Task requirements
The response must consist of the lines below from the one with "const topBar = rampTopBar(frame?.highestBar" through the one with "node) => node.data.mark", exactly as they appear and with both ends kept.

Supplied information
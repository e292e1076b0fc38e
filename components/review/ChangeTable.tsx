'use client';

import { useMemo, useState } from 'react';
import type { DocumentDiff } from '@/engine/document/diff';
import { changeTableRows, type ChangeRow } from './change-table';
import { countOf } from '@/components/ui/count';

type SortKey = 'order' | 'tag';

/**
 * What changed between the two revisions, one row per value in the editor's units: what alters
 * behaviour first (or by tag, on request), then what only touches the drawing, which is folded
 * away until asked for.
 */
export function ChangeTable({ diff }: { diff: DocumentDiff }) {
  const [sort, setSort] = useState<SortKey>('order');
  const [showDrawing, setShowDrawing] = useState(false);
  const rows = useMemo(() => changeTableRows(diff), [diff]);
  const behaviour = rows.filter((r) => r.affects === 'behaviour');
  const drawing = rows.filter((r) => r.affects === 'drawing');
  const sorted = (list: ChangeRow[]) => (sort === 'tag' ? [...list].sort((a, b) => a.tag.localeCompare(b.tag, 'en', { numeric: true })) : list);
  const { summary } = diff;

  if (summary.isEmpty) return <p className="text-sm text-ink-soft">The two revisions are the same.</p>;
  return (
    <div className="space-y-2" data-testid="change-table">
      <p className="text-sm text-ink">
        {countOf(summary.components.added, 'part')} added, {countOf(summary.components.removed, 'part')} removed, {countOf(summary.components.changed, 'part')} changed;{' '}
        {countOf(summary.tubes.added + summary.tubes.removed + summary.tubes.changed, 'tube')} and {countOf(summary.wires.added + summary.wires.removed + summary.wires.changed, 'wire')} touched.
        {!summary.affectsBehaviour ? ' Only the drawing changed: the circuit behaves as before.' : ''}
      </p>
      <div className="flex items-center gap-2 text-xs text-ink-soft">
        Order
        <button type="button" onClick={() => setSort('order')} aria-pressed={sort === 'order'} className={sort === 'order' ? 'font-medium text-ink underline' : 'underline'}>
          parts, then lines
        </button>
        <button type="button" onClick={() => setSort('tag')} aria-pressed={sort === 'tag'} className={sort === 'tag' ? 'font-medium text-ink underline' : 'underline'} data-testid="change-sort-tag">
          by tag
        </button>
      </div>
      <Rows rows={sorted(behaviour)} caption="Changes that can alter what the circuit does" />
      {drawing.length ? (
        <div>
          <button type="button" onClick={() => setShowDrawing((s) => !s)} aria-expanded={showDrawing} className="text-xs text-accent underline">
            {showDrawing ? 'Hide' : 'Show'} {countOf(drawing.length, 'drawing-only change')}
          </button>
          {showDrawing ? <Rows rows={sorted(drawing)} caption="Changes to the drawing only" /> : null}
        </div>
      ) : null}
    </div>
  );
}

function Rows({ rows, caption }: { rows: ChangeRow[]; caption: string }) {
  if (rows.length === 0) return null;
  return (
    <table className="w-full text-sm">
      <caption className="mb-1 text-left text-xs font-medium text-ink-soft">{caption}</caption>
      <thead className="text-left text-xs text-ink-soft">
        <tr>
          <th scope="col" className="py-1 pr-2">
            Tag
          </th>
          <th scope="col" className="py-1 pr-2">
            What
          </th>
          <th scope="col" className="py-1 pr-2">
            Before
          </th>
          <th scope="col" className="py-1">
            After
          </th>
        </tr>
      </thead>
      <tbody>
        {rows.map((row, i) => (
          <tr key={`${row.tag}-${row.what}-${i}`} className="border-t border-rule align-top" data-testid="change-row" data-tag={row.tag}>
            <td className="value py-1 pr-2 text-ink">{row.tag || '—'}</td>
            <td className="py-1 pr-2 text-ink">{row.what}</td>
            <td className="value py-1 pr-2 text-ink-soft">{row.before}</td>
            <td className={`value py-1 ${row.after === 'added' ? 'text-accent-strong' : row.after === 'removed' ? 'text-ink-soft line-through' : 'text-ink'}`}>{row.after}</td>
          </tr>
        ))}
      </tbody>
    </table>
  );
}

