/**
 * The exhaustive timing search: which inputs, failures and energy losses to vary, at what time
 * quantum and to what depth; its progress while a worker runs it; then each rule's verdict with
 * what was covered, and the shortest counterexample of a broken rule to replay.
 */
export function SearchPanel({
  circuitId,
  document,
  revisionNumber,
  savedRules,
  rulesDraftDiffers,
  proofId,
  onProofId,
  onReplay,
}: {
  circuitId: string;
  document: CircuitDocument;
  revisionNumber: number;
  /** The rules as saved: a search checks those. */
  savedRules: string;
  rulesDraftDiffers: boolean;
  proofId: string | null;
  onProofId: (id: string | null) => void;
  onReplay: (target: ReplayTarget) => void;
}) {
  const queryClient = useQueryClient();
  const canRun = useCan('proof:run');
  const offered = useMemo(() => describeVariations(document), [document]);
  const [chosen, setChosen] = useState<ReadonlySet<string>>(() => new Set(offered.filter((o) => o.kinds.includes('button')).map((o) => `${o.tag}|button`)));
  const [quantum, setQuantum] = useState('0.25');
  const [steps, setSteps] = useState('8');
  const [settle, setSettle] = useState('1');
  const [page, setPage] = useState(1);

  const variations: Variation[] = [...chosen].map((key) => {
    const [tag, kind] = key.split('|') as [string, VariationKind];
    return { tag, kind };
  });
  const quantumS = Number(quantum);
  const stepCount = Number(steps);
  const settleS = Number(settle);
  const problems = {
    quantum: quantumS >= 0.05 && quantumS <= 2 ? null : 'between 0.05 and 2 s',
    steps: Number.isInteger(stepCount) && stepCount >= 1 && stepCount <= 12 ? null : 'a whole number from 1 to 12',
    settle: settleS >= 0 && settleS <= 5 ? null : 'between 0 and 5 s',
    variations: variations.length ? null : 'choose at least one',
    rules: savedRules.trim() ? null : 'save at least one rule first (Rules tab)',
  };
  const blocked = Object.values(problems).some((p) => p !== null);

  const start = useMutation({
    mutationFn: () => startProof(circuitId, { revisionNumber, rulesText: savedRules, variations, quantumS, steps: stepCount, settleS }),
    onSuccess: ({ id }) => {
      onProofId(id);
      void queryClient.invalidateQueries({ queryKey: proofKeys.allProofs(circuitId) });
    },
  });
  const startField = start.error instanceof ApiError ? start.error.field : undefined;

  const history = useQuery({ queryKey: proofKeys.proofs(circuitId, page), queryFn: ({ signal }) => fetchProofs(circuitId, page, signal) });
  const toggle = (key: string) =>
    setChosen((set) => {
      const next = new Set(set);
      if (!next.delete(key)) next.add(key);
      return next;
    });

  return (
    <div className="space-y-3" data-testid="search-panel">
      <p className="text-sm text-ink-soft">
        Tries every combination and timing of the chosen changes, one change point every time step, to the chosen depth, and checks the saved rules on every run. States already reached are not explored
        again. A broken rule comes with its shortest counterexample.
      </p>
      {rulesDraftDiffers ? <p className="text-xs text-caution">The Rules tab has changes not saved yet: the search checks the rules as saved.</p> : null}
      {canRun ? (
        <form
          className="space-y-3"
          onSubmit={(e) => {
            e.preventDefault();
            start.mutate();
          }}
        >
          <fieldset className="space-y-1">
            <legend className="text-sm font-medium">What may change</legend>
            {offered.length === 0 ? <p className="text-xs text-ink-soft">Nothing on this drawing can be varied: add a button, a sensor or a supply.</p> : null}
            {offered.map((o) => (
              <div key={o.tag} className="flex flex-wrap items-center gap-x-3 text-sm">
                <span className="w-14 font-mono text-ink">{o.tag}</span>
                {o.kinds.map((kind) => (
                  <label key={kind} className="flex items-center gap-1 text-ink-soft">
                    <input type="checkbox" checked={chosen.has(`${o.tag}|${kind}`)} onChange={() => toggle(`${o.tag}|${kind}`)} data-testid={`vary-${o.tag}-${kind}`} />
                    {KIND_LABEL[kind]}
                  </label>
                ))}
              </div>
            ))}
            {problems.variations ? <p className="text-xs text-danger">{problems.variations}</p> : null}
          </fieldset>
          <div className="flex flex-wrap gap-3">
            <NumberField label="Time step, s" value={quantum} onChange={setQuantum} problem={problems.quantum ?? (startField === 'quantumS' ? start.error!.message : null)} testId="search-quantum" />
            <NumberField label="Depth, steps" value={steps} onChange={setSteps} problem={problems.steps ?? (startField === 'steps' ? start.error!.message : null)} testId="search-steps" />
            <NumberField label="Run on after, s" value={settle} onChange={setSettle} problem={problems.settle ?? (startField === 'settleS' ? start.error!.message : null)} testId="search-settle" />
          </div>
          {!blocked ? (
            <p className="text-xs text-ink-soft" data-testid="search-scope">
              Horizon {(quantumS * stepCount).toFixed(2)} s of changes, then {settleS} s more; without merging states that would be up to {sequenceBound(variations.length, stepCount)} input sequences.
            </p>
          ) : null}
          {problems.rules ? <p className="text-xs text-danger">{problems.rules}</p> : null}
          {start.error && !['quantumS', 'steps', 'settleS'].includes(startField ?? '') ? <FormAlert tone="error">{start.error.message}</FormAlert> : null}
          <Button type="submit" disabled={blocked || start.isPending} data-testid="search-start">
            {start.isPending ? 'Starting…' : 'Start the search'}
          </Button>
        </form>
      ) : (
        <p className="text-sm text-ink-soft">Your role can read the searches but not start one.</p>
      )}
      {proofId ? <ProofView key={proofId} proofId={proofId} circuitId={circuitId} onReplay={onReplay} /> : null}
      <section className="space-y-2">
        <h3 className="text-sm font-medium">Earlier searches</h3>
        {history.isError ? <FormAlert tone="error">{history.error.message}</FormAlert> : null}
        {history.data && history.data.items.length === 0 ? <p className="text-sm text-ink-soft">None yet.</p> : null}
        {history.data && history.data.items.length ? (
          <div className="overflow-x-auto">
            <table className="w-full text-sm" data-testid="search-history">
              <thead className="text-left text-xs text-ink-soft">
                <tr>
                  <th className="py-1 pr-2">Started</th>
                  <th className="py-1 pr-2">Revision</th>
                  <th className="py-1 pr-2">State</th>
                  <th className="py-1 pr-2">Rules held / broken</th>
                  <th className="py-1" />
                </tr>
              </thead>
              <tbody>
                {history.data.items.map((p) => (
                  <tr key={p.id} className={`border-t border-rule ${p.id === proofId ? 'bg-accent-soft/50' : ''}`}>
                    <td className="py-1 pr-2">
                      <ChangeTime iso={p.createdAt} /> <span className="text-xs text-ink-soft">by {p.createdBy.name}</span>
                    </td>
                    <td className="value py-1 pr-2">{p.revisionNumber}</td>
                    <td className="py-1 pr-2">{JOB_STATUS_LABEL[p.status]}</td>
                    <td className="value py-1 pr-2">{p.outcome ? `${p.outcome.passed} / ${p.outcome.failed}${p.outcome.complete ? '' : ' (partial)'}` : '–'}</td>
                    <td className="py-1 text-right">
                      <Button size="sm" variant="quiet" onClick={() => onProofId(p.id)}>
                        Open
                      </Button>
                    </td>
                  </tr>
                ))}
              </tbody>
            </table>
          </div>
        ) : null}
        {history.data && history.data.total > history.data.pageSize ? (
          <Pagination page={page} pageCount={Math.ceil(history.data.total / history.data.pageSize)} onPageChange={setPage} busy={history.isFetching} label="Earlier searches" />
        ) : null}
      </section>
    </div>
  );
}
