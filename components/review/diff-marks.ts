import type { ChangeMark } from '@/components/editor/flow-mapping';
import type { DocumentDiff } from '@/engine/document/diff';
import type { CircuitDocument } from '@/engine/document/schema';
import type { DrawingMarks } from './RevisionDrawing';

/**
 * How each part, tube and wire of the later revision is marked on the drawing. Only what can
 * alter the circuit's behaviour counts as changed: a part that was merely moved or relabelled
 * is left unmarked, so the marks lead the reviewer to what matters.
 */
export function marksOf(diff: DocumentDiff): DrawingMarks {
  const mark = <T extends { id: string }>(added: readonly T[], changed: ReadonlyArray<T & { changes: ReadonlyArray<{ affects: string }> }>) => {
    const marks = new Map<string, ChangeMark>(added.map((a) => [a.id, 'added']));
    for (const c of changed) if (c.changes.some((x) => x.affects === 'behaviour')) marks.set(c.id, 'changed');
    return marks;
  };
  return {
    components: mark(diff.components.added, diff.components.changed),
    tubes: mark(diff.tubes.added, diff.tubes.changed),
    wires: mark(diff.wires.added, diff.wires.changed),
  };
}

/** What the earlier revision had and the later one lost, as a document to draw faded where it stood. */
export function removedOf(before: CircuitDocument, diff: DocumentDiff): CircuitDocument {
  const gone = (list: ReadonlyArray<{ id: string }>) => new Set(list.map((x) => x.id));
  const components = gone(diff.components.removed);
  const tubes = gone(diff.tubes.removed);
  const wires = gone(diff.wires.removed);
  return {
    ...before,
    components: before.components.filter((c) => components.has(c.id)),
    tubes: before.tubes.filter((t) => tubes.has(t.id)),
    wires: before.wires.filter((w) => wires.has(w.id)),
    links: [],
  };
}
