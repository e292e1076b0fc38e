'use client';

import '@xyflow/react/dist/style.css';
import { Background, BackgroundVariant, ConnectionMode, Controls, ReactFlow, ReactFlowProvider } from '@xyflow/react';
import { useMemo } from 'react';
import { CANVAS_EDGE_TYPES, CANVAS_NODE_TYPES } from '@/components/editor/canvas-types';
import { edgesOf, nodesOf, type ChangeMark, type ComponentFlowNode, type ConnectionFlowEdge } from '@/components/editor/flow-mapping';
import { rampTopBar } from '@/components/editor/run/pressure-ramp';
import { edgeInRun } from '@/components/editor/run/run-edges';
import { RunContext, type RunView } from '@/components/editor/run/run-context';
import type { RunFrame } from '@/components/editor/run/run-frame';
import type { CircuitDocument } from '@/engine/document/schema';
import type { CommentAnchor } from './review-api';
import { countOf } from '@/components/ui/count';

const NOTHING = { components: [], tubes: [], wires: [] };

/** Stroke of a tube or wire by how it changed, in the same key as the parts. */
const EDGE_MARK: Record<ChangeMark, { stroke: string; strokeWidth: number; strokeDasharray?: string; opacity?: number }> = {
  added: { stroke: '#0f766e', strokeWidth: 3 },
  changed: { stroke: '#b45309', strokeWidth: 3 },
  removed: { stroke: '#3b4754', strokeWidth: 2, strokeDasharray: '2 4', opacity: 0.5 },
};

export interface DrawingMarks {
  components: ReadonlyMap<string, ChangeMark>;
  tubes: ReadonlyMap<string, ChangeMark>;
  wires: ReadonlyMap<string, ChangeMark>;
}

interface RevisionDrawingProps {
  /** The revision shown. */
  document: CircuitDocument;
  /** What was removed since the revision compared with, drawn faded where it stood. */
  removed?: CircuitDocument;
  marks?: DrawingMarks;
  /** Comment threads per part or tube id. */
  comments?: ReadonlyMap<string, number>;
  /** The item a new comment would be pinned to. */
  picked?: CommentAnchor;
  onPick?: (anchor: CommentAnchor) => void;
  /** A moment of a saved run to show on the drawing. */
  frame?: RunFrame | null;
}

/**
 * A revision drawn read-only: for a comparison with its changes marked, for a review with the
 * comment markers and the part or tube a comment will be pinned to, and for a saved run with its
 * state at one moment.
 */
export function RevisionDrawing(props: RevisionDrawingProps) {
  return (
    <ReactFlowProvider>
      <Drawing {...props} />
    </ReactFlowProvider>
  );
}

function Drawing({ document, removed, marks, comments, picked, onPick, frame }: RevisionDrawingProps) {
  const selection = useMemo(
    () => ({
      components: picked?.kind === 'component' ? [picked.componentId] : [],
      tubes: picked?.kind === 'tube' ? [picked.tubeId] : [],
      wires: [],
    }),
    [picked],
  );
  const nodes = useMemo<ComponentFlowNode[]>(() => {
    const shown = nodesOf(document, selection).map((n) => ({
      ...n,
      data: { ...n.data, mark: marks?.components.get(n.id), comments: comments?.get(n.id) },
    }));
    const ghosts = removed ? nodesOf(removed, NOTHING).map((n) => ({ ...n, data: { ...n.data, mark: 'removed' as const }, selectable: false })) : [];
    return [...ghosts, ...shown];
  }, [comments, document, marks, removed, selection]);
  const edges = useMemo<ConnectionFlowEdge[]>(() => {
    const topBar = rampTopBar(frame?.highestBar ?? 0);
    const shown = edgesOf(document, selection).map((e) => {
      // A replay shows the run's colours; the change marks return when it is closed.
      if (frame) return edgeInRun(e, frame, topBar);
      const mark = e.data?.kind === 'wire' ? marks?.wires.get(e.id) : marks?.tubes.get(e.id);
      const threads = comments?.get(e.id);
      const label = threads ? countOf(threads, 'comment') : undefined;
      return mark ? { ...e, style: EDGE_MARK[mark], label } : label ? { ...e, label } : e;
    });
    const ghosts = removed ? edgesOf(removed, NOTHING).map((e) => ({ ...e, style: EDGE_MARK.removed, selectable: false })) : [];
    return [...ghosts, ...shown];
  }, [comments, document, frame, marks, removed, selection]);
  const run = useMemo<RunView>(
    () => ({ running: frame !== null && frame !== undefined, states: frame?.components ?? new Map(), portBar: frame?.portBar ?? new Map(), portFlow: frame?.portFlow ?? new Map(), actuate: () => {} }),
    [frame],
  );

  return (
    <div className="airproof-canvas relative h-full w-full" data-testid="revision-drawing">
      <RunContext.Provider value={run}>
        <ReactFlow<ComponentFlowNode, ConnectionFlowEdge>
          nodes={nodes}
          edges={edges}
          nodeTypes={CANVAS_NODE_TYPES}
          edgeTypes={CANVAS_EDGE_TYPES}
          // Every port is a source handle (air has no set direction), so tubes must be found in loose mode.
          connectionMode={ConnectionMode.Loose}
          nodesDraggable={false}
          nodesConnectable={false}
          elementsSelectable={Boolean(onPick)}
          onNodeClick={onPick ? (_, node) => node.data.mark !== 'removed' && onPick({ kind: 'component', componentId: node.id }) : undefined}
          onEdgeClick={onPick ? (_, edge) => edge.data?.kind === 'tube' && document.tubes.some((t) => t.id === edge.id) && onPick({ kind: 'tube', tubeId: edge.id }) : undefined}
          fitView
          fitViewOptions={{ padding: 0.15, maxZoom: 1.5 }}
          minZoom={0.2}
          maxZoom={4}
          panOnScroll
          proOptions={{ hideAttribution: true }}
        >
          <Background variant={BackgroundVariant.Dots} gap={20} size={1} />
          <Controls showInteractive={false} position="bottom-right" />
        </ReactFlow>
      </RunContext.Provider>
    </div>
  );
}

Reply
    const topBar = rampTopBar(frame?.highestBar ?? 0);
    const shown = edgesOf(document, selection).map((e) => {
      // A replay shows the run's colours; the change marks return when it is closed.
      if (frame) return edgeInRun(e, frame, topBar);
      const mark = e.data?.kind === 'wire' ? marks?.wires.get(e.id) : marks?.tubes.get(e.id);
      const threads = comments?.get(e.id);
      const label = threads ? countOf(threads, 'comment') : undefined;
      return mark ? { ...e, style: EDGE_MARK[mark], label } : label ? { ...e, label } : e;
    });
    const ghosts = removed ? edgesOf(removed, NOTHING).map((e) => ({ ...e, style: EDGE_MARK.removed, selectable: false })) : [];
    return [...ghosts, ...shown];
  }, [comments, document, frame, marks, removed, selection]);
  const run = useMemo<RunView>(
    () => ({ running: frame !== null && frame !== undefined, states: frame?.components ?? new Map(), portBar: frame?.portBar ?? new Map(), portFlow: frame?.portFlow ?? new Map(), actuate: () => {} }),
    [frame],
  );

  return (
    <div className="airproof-canvas relative h-full w-full" data-testid="revision-drawing">
      <RunContext.Provider value={run}>
        <ReactFlow<ComponentFlowNode, ConnectionFlowEdge>
          nodes={nodes}
          edges={edges}
          nodeTypes={CANVAS_NODE_TYPES}
          edgeTypes={CANVAS_EDGE_TYPES}
          // Every port is a source handle (air has no set direction), so tubes must be found in loose mode.
          connectionMode={ConnectionMode.Loose}
          nodesDraggable={false}
          nodesConnectable={false}
          elementsSelectable={Boolean(onPick)}
          onNodeClick={onPick ? (_, node) => node.data.mark !== 'removed' && onPick({ kind: 'component', componentId: node.id }) : undefined}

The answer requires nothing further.